Set in 1942 and adapting a book by author Damien Lewis, “The Ministry of Ungentlemanly Warfare” tells the true but unbelievable story of Operation Postmaster, a Special Operations Executive (SOE) and Small Scale Raiding Force (SSRF) mission to steal two German tugboats and one Italian merchant vessel and cripple Nazi Germany’s U-Boat operations in the Atlantic. 

Using its fact-based source material as a set of rough guidelines, the film only concerns itself with delivering bombastic action scenes. “The Ministry of Ungentlemanly Warfare” follows in the footsteps of Tarantino’s “Inglourious Basterds” and classic Hollywood films like “The Guns of Navarone.” The film has a surprising amount of levity for a movie set during one of the darker parts of World War II. The United States had still not fully entered the European Theater and Nazi Germany still controlled most of Europe. The action scenes, particularly the one in which March-Phillipps (Henry Cavill) and his comrades raid a German prison to rescue their friend Geoffrey Appleyard (Alex Pettyfer), prove a great, chaotic mix of stylized violence, explosions and comedy. 

The cast is mostly excellent, though many characters lack personality or character arcs. Henry Cavill’s thieving, charming March-Phillipps is a highlight, while Alan Ritchson is a revelation as the bow-and-arrow wielding Danish hunter Lassen. Babs Olusanmokun’s Heron and Danny Sapani’s KB help bring some much-needed world-weariness into the film and highlight the contributions of local resistance movements during the war. Lastly, Til Schweiger plays a cruel, crafty but ultimately one-dimensional antagonist that stands as the complete antithesis of his character in “Inglourious Basterds.” Ritchie’s kinetic direction and Ed Wild’s cinematography tie the performances and set-pieces together, even balancing the film’s crazed action scenes with quieter moments of more human drama, while Christopher Benstead’s score inserts some necessary tension into the heist scenes. 
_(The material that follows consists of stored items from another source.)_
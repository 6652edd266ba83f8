package org.viscarta.cli;

import static org.junit.jupiter.api.Assertions.assertEquals;
import static org.junit.jupiter.api.Assertions.assertFalse;
import static org.junit.jupiter.api.Assertions.assertTrue;

import java.io.IOException;
import java.io.InputStream;
import java.nio.file.Files;
import java.nio.file.Path;
import java.util.ArrayList;
import java.util.LinkedHashMap;
import java.util.List;
import java.util.Map;
import org.apache.poi.ss.usermodel.Cell;
import org.apache.poi.ss.usermodel.CellType;
import org.apache.poi.ss.usermodel.Row;
import org.apache.poi.ss.usermodel.Sheet;
import org.apache.poi.ss.usermodel.Workbook;
import org.apache.poi.ss.usermodel.WorkbookFactory;
import org.jsoup.Jsoup;
import org.jsoup.nodes.Document;
import org.junit.jupiter.api.BeforeAll;
import org.junit.jupiter.api.Tag;
import org.junit.jupiter.api.Test;
import org.junit.jupiter.api.io.TempDir;

/**
 * Regression: every statement the report makes about how the analysis was done follows the
 * settings that ran. One report with non-default settings — a band instead of 1 Hz, relative
 * residuals, fitted vertical shifts, two models, α = 0.01 — and each sentence, header and caption
 * that states a setting is checked against it, and the defaults' wording is nowhere.
 */
@Tag("regression")
class ReportStatementsTest {

    @TempDir
    static Path dir;

    static Path out;
    static CliRun run;
    static Map<String, List<List<String>>> sheets = new LinkedHashMap<>();
    static Document page;

    @BeforeAll
    static void runWithNonDefaultSettings() throws IOException {
        out = dir.resolve("report");
        run = CliRun.of("report", "demo-data/paint-light-ageing.csv", "demo-data/temperature-series", "--band", "0.5-5",
                "--weighting", "relative", "--vertical", "fitted", "--models", "zener,springpot", "--alpha", "0.01",
                "--reference-temperature", "30", "--timestamp", "2026-12-01T12:00:00Z", "--out", out.toString(), "--quiet");
        assertEquals(0, run.exitCode(), run.err());
        try (InputStream in = Files.newInputStream(out.resolve("report.xlsx")); Workbook wb = WorkbookFactory.create(in)) {
            for (Sheet s : wb) {
                List<List<String>> rows = new ArrayList<>();
                for (Row r : s) {
                    List<String> cells = new ArrayList<>();
                    for (Cell c : r) {
                        cells.add(c.getCellType() == CellType.STRING ? c.getStringCellValue() : String.valueOf(c.getNumericCellValue()));
                    }
                    rows.add(cells);
                }
                sheets.put(s.getSheetName(), rows);
            }
        }
        page = Jsoup.parse(out.resolve("report.html").toFile(), "UTF-8");
    }

    private static String text(String sheet) {
        StringBuilder sb = new StringBuilder();
        sheets.get(sheet).forEach(r -> sb.append(String.join("\t", r)).append('\n'));
        return sb.toString();
    }

    private static String setting(String name) {
        return sheets.get("Provenance").stream().filter(r -> r.size() >= 2 && r.get(0).equals(name)).map(r -> r.get(1))
                .findFirst().orElseThrow(() -> new AssertionError("no setting '" + name + "' in Provenance"));
    }

    @Test
    void readMeStatesTheBandTheResidualsAndTheLevel() {
        String readMe = text("Read me");
        assertTrue(readMe.contains("ranked by damping (tan δ at 0.5–5 Hz (geometric mean)), differences tested at α = 0.01"), readMe);
        assertTrue(readMe.contains("2 candidate viscoelastic model(s) on relative residuals"), readMe);
        assertTrue(readMe.contains("Samples ordered by tan δ at 0.5–5 Hz (geometric mean)"), readMe);
        assertTrue(readMe.contains("Residual sum of squares of the relative differences between model and data"), readMe);
    }

    @Test
    void provenanceListsEverySettingThatRan() {
        assertEquals("zener, springpot", setting("models"));
        assertEquals("0.5–5 Hz (geometric mean)", setting("damping ranked at"));
        assertEquals("0.01", setting("significance level of pairwise and group tests"));
        assertEquals("relative", setting("weighting"));
        assertTrue(setting("residuals").startsWith("the relative differences"), setting("residuals"));
        assertTrue(setting("optimiser").contains("compact solver"), setting("optimiser"));
        assertTrue(setting("optimiser").endsWith("residuals: " + setting("residuals")), setting("optimiser"));
        assertTrue(setting("master curves").contains("closest to 30 °C"), setting("master curves"));
        assertTrue(setting("master curves").contains("vertical factors b_T fitted"), setting("master curves"));
        assertEquals("none", setting("reference library"));
    }

    @Test
    void headersNameTheResidualsAndTheBand() {
        List<String> fitsHeader = sheets.get("Model fits").get(0);
        assertTrue(fitsHeader.contains("RSS (relative residuals) [–]"), fitsHeader.toString());
        List<String> summaryHeader = sheets.get("Summary").get(0);
        assertTrue(summaryHeader.contains("tan δ at 0.5–5 Hz (geometric mean) [–]"), summaryHeader.toString());
        assertTrue(summaryHeader.contains("RMS misfit of best (relative residuals) [–]"), summaryHeader.toString());
        assertTrue(sheets.get("Group comparison").stream().anyMatch(r -> r.contains("supported at α = 0.01")));
        // the ranking's frequency column is the band's geometric centre, √(0.5 × 5) Hz
        List<String> firstRanked = sheets.get("Damping ranking").get(1);
        assertEquals(Math.sqrt(0.5 * 5), Double.parseDouble(firstRanked.get(4)), 1e-12);
    }

    @Test
    void onlyTheModelsAskedForAreFitted() {
        List<List<String>> fits = sheets.get("Model fits");
        for (List<String> r : fits.subList(1, fits.size())) {
            assertTrue(List.of("zener", "springpot").contains(r.get(1)), r.toString());
        }
    }

    @Test
    void pageFiguresAndTerminalSayTheSame() {
        String intro = page.select("h1 + p").text();
        assertTrue(intro.contains("tan δ at 0.5–5 Hz (geometric mean)"), intro);
        assertTrue(page.select("figure#damping-ranking figcaption").text().contains("tan δ at 0.5–5 Hz (geometric mean)"));
        assertTrue(page.select("figure#master-acrylic-film-ts figcaption").text().contains("divided by its vertical factor b_T"));
        assertTrue(run.out().contains("ranked at 0.5–5 Hz (geometric mean)"), run.out());
    }

    @Test
    void theDefaultsWordingIsNowhere() {
        StringBuilder all = new StringBuilder(page.text());
        sheets.keySet().forEach(s -> all.append(text(s)));
        for (String stale : List.of("log residuals", "natural-log differences", "natural log of", "Commons Math", "at 1 Hz",
                "α = 0.05", "ranked at 1")) {
            assertFalse(all.toString().contains(stale), "the report still says '" + stale + "'");
        }
    }
}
Despite how fun the film is, one has to remember that “The Ministry of Ungentlemanly Warfare” is based on a true story. It is not a revisionist piece like “Inglourious Basterds” or a work of historical fiction like “The Guns of Navarone.” The characters depicted in the film are, as the end credits remind the viewer, real people. What these end credits fail to mention is that, according to Commonwealth War Graves, many of these people, including the protagonist March-Phillipps, died in the war. Some of the film’s real life counterparts died just months after the events depicted in the film took place. The film glorifies a glaringly dark reality and conveniently ignores its aftermath. Considering this, perhaps this bombastic, heavily-fictionalized, extremely stylized action-comedy film isn’t a responsible way to depict this real history.